> TASK TO COMPLETE
Consider the listing below. Extract exactly the lines from the line containing "one group of" to the line containing "STACK_MAX_MEMBERS = 4000", both included.

---*---

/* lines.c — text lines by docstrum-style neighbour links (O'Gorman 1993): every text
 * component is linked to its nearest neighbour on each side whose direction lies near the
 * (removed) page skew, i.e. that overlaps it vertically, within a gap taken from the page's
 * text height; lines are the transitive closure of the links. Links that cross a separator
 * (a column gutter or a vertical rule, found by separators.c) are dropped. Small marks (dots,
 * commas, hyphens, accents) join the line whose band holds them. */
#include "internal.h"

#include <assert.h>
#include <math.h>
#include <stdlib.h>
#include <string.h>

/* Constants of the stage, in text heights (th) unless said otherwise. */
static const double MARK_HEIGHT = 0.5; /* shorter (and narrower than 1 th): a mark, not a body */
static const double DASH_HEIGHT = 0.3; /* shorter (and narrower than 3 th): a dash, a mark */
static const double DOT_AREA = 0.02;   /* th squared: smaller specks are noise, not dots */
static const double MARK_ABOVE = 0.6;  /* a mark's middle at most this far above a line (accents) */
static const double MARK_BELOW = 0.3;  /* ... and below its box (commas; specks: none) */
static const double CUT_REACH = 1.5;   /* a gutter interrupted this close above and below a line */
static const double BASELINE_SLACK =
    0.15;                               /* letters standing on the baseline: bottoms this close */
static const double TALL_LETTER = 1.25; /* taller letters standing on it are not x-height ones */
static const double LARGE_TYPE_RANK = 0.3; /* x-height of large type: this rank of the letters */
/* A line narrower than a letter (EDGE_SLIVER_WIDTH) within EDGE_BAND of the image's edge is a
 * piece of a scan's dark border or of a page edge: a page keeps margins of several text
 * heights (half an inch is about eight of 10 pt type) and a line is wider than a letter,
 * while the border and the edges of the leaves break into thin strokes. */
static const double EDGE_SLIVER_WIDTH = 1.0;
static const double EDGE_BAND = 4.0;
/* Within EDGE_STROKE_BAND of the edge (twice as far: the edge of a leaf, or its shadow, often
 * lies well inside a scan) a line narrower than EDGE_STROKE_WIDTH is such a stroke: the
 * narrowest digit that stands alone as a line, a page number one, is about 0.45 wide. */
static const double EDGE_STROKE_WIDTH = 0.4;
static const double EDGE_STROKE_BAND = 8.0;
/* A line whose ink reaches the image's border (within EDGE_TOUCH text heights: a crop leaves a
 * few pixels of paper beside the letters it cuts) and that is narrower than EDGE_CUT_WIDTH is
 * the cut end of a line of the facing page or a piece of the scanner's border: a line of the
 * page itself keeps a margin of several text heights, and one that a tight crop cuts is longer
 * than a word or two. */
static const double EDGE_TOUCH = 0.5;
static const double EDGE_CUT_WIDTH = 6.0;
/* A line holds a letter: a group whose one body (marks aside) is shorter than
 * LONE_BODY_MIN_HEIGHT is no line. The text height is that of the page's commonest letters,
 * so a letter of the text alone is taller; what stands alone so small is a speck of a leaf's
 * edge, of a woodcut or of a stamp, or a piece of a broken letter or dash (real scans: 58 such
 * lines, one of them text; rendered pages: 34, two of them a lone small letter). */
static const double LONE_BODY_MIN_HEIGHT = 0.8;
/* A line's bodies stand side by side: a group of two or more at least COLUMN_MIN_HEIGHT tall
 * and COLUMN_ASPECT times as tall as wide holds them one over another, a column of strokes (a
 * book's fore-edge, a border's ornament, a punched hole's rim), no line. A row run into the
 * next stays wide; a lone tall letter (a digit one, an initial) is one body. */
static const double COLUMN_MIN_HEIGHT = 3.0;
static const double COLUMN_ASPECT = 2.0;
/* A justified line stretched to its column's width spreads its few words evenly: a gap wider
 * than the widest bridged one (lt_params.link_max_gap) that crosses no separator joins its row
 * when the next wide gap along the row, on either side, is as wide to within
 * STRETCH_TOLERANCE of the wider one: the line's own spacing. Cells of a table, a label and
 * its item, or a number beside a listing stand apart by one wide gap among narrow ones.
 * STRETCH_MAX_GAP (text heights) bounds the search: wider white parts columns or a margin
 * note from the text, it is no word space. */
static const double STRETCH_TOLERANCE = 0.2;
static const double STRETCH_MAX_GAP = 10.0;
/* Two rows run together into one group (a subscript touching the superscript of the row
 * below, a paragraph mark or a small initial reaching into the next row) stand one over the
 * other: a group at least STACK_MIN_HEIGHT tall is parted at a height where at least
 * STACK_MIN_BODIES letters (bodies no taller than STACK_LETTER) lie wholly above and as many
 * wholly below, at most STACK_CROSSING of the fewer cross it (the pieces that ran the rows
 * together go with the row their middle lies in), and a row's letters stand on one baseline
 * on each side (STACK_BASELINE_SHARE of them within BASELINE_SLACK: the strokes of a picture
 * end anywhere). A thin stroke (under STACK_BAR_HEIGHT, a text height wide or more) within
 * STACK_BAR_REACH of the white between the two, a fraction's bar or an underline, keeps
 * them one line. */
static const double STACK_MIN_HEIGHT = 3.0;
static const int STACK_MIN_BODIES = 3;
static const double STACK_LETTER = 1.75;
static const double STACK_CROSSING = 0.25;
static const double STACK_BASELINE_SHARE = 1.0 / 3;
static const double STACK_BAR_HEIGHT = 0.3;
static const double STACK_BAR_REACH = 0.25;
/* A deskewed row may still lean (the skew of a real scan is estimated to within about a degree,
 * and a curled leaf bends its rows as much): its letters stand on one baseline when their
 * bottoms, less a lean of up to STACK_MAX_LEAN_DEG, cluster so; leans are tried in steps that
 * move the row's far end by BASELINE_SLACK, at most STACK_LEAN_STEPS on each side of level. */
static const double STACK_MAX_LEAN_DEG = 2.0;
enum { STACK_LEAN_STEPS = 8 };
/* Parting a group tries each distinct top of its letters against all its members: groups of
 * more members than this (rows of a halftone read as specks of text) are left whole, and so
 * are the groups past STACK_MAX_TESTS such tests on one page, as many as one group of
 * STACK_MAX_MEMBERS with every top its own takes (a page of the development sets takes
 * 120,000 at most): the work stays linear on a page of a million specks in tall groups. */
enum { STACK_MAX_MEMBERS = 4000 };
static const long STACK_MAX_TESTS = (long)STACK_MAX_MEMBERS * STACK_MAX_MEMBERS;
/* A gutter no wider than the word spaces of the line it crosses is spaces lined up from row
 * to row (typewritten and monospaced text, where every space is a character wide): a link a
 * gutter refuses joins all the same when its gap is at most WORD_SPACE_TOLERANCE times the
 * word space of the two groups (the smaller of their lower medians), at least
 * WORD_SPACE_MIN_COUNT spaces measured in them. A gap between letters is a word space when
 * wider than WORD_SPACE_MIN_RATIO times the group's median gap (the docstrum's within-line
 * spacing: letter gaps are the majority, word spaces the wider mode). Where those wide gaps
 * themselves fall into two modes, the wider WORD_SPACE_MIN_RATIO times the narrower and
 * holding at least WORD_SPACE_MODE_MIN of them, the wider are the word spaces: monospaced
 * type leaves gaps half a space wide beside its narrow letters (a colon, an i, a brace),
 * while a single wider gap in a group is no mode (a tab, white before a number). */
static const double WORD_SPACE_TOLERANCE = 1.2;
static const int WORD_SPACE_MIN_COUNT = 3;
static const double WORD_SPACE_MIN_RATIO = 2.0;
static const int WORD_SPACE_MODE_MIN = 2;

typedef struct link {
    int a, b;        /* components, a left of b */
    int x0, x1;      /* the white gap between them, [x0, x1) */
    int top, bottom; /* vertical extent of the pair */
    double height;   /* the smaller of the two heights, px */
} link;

---*---

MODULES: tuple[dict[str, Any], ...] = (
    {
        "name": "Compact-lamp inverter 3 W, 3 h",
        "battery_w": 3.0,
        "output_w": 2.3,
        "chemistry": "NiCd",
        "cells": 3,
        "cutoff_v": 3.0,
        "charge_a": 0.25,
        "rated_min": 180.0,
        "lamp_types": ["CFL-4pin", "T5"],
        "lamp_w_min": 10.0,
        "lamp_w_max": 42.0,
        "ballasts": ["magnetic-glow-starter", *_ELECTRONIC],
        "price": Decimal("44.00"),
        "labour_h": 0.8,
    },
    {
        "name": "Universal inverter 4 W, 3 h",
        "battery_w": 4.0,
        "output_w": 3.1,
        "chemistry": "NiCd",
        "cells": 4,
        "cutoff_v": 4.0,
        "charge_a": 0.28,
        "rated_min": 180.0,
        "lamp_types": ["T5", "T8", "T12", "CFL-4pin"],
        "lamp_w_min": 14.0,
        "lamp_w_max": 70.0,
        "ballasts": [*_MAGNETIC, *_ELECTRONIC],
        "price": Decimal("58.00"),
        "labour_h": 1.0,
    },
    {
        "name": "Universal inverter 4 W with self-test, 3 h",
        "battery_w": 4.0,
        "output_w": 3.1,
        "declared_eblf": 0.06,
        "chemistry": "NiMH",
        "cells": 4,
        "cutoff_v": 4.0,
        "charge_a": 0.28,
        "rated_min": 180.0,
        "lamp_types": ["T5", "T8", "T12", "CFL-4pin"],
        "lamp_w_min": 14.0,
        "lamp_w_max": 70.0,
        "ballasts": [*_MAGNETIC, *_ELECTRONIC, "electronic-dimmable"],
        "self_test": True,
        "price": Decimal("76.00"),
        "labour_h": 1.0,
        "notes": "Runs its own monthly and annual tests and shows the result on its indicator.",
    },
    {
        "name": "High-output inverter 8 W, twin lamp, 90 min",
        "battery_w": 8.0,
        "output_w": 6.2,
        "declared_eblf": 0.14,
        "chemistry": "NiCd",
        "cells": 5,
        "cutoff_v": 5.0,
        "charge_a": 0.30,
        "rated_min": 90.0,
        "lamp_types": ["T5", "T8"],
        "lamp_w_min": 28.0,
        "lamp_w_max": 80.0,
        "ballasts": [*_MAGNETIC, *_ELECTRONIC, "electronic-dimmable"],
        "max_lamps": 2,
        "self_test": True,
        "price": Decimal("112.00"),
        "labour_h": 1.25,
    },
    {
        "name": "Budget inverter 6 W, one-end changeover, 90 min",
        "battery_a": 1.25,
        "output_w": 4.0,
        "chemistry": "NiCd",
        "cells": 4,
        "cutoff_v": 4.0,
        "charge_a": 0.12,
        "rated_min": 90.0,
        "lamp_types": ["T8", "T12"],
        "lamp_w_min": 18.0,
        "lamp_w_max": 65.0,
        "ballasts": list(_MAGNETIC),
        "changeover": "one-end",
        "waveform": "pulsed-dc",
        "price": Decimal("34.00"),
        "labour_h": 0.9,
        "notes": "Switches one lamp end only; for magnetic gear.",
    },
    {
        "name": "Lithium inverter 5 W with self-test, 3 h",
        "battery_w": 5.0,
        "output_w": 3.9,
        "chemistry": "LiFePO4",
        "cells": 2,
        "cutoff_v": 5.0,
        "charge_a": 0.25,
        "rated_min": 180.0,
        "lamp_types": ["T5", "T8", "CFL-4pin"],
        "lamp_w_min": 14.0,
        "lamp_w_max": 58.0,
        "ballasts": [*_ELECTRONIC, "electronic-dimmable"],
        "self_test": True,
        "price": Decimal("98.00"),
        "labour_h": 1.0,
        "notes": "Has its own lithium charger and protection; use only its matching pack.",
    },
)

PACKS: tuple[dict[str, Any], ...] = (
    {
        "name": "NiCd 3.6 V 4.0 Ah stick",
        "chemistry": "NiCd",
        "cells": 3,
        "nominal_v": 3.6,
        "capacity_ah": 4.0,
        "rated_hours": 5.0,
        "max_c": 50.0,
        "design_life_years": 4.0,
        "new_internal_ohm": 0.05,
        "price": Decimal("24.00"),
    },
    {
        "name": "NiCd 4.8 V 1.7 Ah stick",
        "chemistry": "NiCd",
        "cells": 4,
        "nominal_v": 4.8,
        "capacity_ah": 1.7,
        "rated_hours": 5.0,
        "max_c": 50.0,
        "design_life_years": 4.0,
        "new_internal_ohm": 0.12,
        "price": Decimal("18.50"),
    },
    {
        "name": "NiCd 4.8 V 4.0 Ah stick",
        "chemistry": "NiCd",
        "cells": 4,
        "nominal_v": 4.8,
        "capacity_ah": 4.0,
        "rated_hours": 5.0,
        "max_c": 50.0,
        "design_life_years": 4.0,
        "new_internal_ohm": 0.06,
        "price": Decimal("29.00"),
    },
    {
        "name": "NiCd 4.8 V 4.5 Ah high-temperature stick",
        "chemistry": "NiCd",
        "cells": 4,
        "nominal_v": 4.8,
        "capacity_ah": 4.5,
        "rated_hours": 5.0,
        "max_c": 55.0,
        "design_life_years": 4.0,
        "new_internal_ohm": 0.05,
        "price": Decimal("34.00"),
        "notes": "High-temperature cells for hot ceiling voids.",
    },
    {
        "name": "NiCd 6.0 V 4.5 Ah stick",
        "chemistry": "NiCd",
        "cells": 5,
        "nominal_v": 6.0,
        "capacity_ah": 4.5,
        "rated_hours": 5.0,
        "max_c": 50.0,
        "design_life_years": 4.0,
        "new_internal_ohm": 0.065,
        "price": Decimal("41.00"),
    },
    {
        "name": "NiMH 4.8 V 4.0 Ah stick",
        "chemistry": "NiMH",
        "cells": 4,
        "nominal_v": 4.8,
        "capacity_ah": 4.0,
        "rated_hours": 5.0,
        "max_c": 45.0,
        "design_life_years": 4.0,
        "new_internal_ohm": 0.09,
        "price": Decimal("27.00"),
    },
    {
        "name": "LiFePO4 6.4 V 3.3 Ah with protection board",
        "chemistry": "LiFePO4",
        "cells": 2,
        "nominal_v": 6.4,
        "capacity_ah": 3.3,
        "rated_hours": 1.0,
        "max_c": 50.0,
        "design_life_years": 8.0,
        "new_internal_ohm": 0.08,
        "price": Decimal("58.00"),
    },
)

---*---

> SOLUTION TO THE EXERCISE
 * are the groups past STACK_MAX_TESTS such tests on one page, as many as one group of
 * STACK_MAX_MEMBERS with every top its own takes (a page of the development sets takes
 * 120,000 at most): the work stays linear on a page of a million specks in tall groups. */
enum { STACK_MAX_MEMBERS = 4000 };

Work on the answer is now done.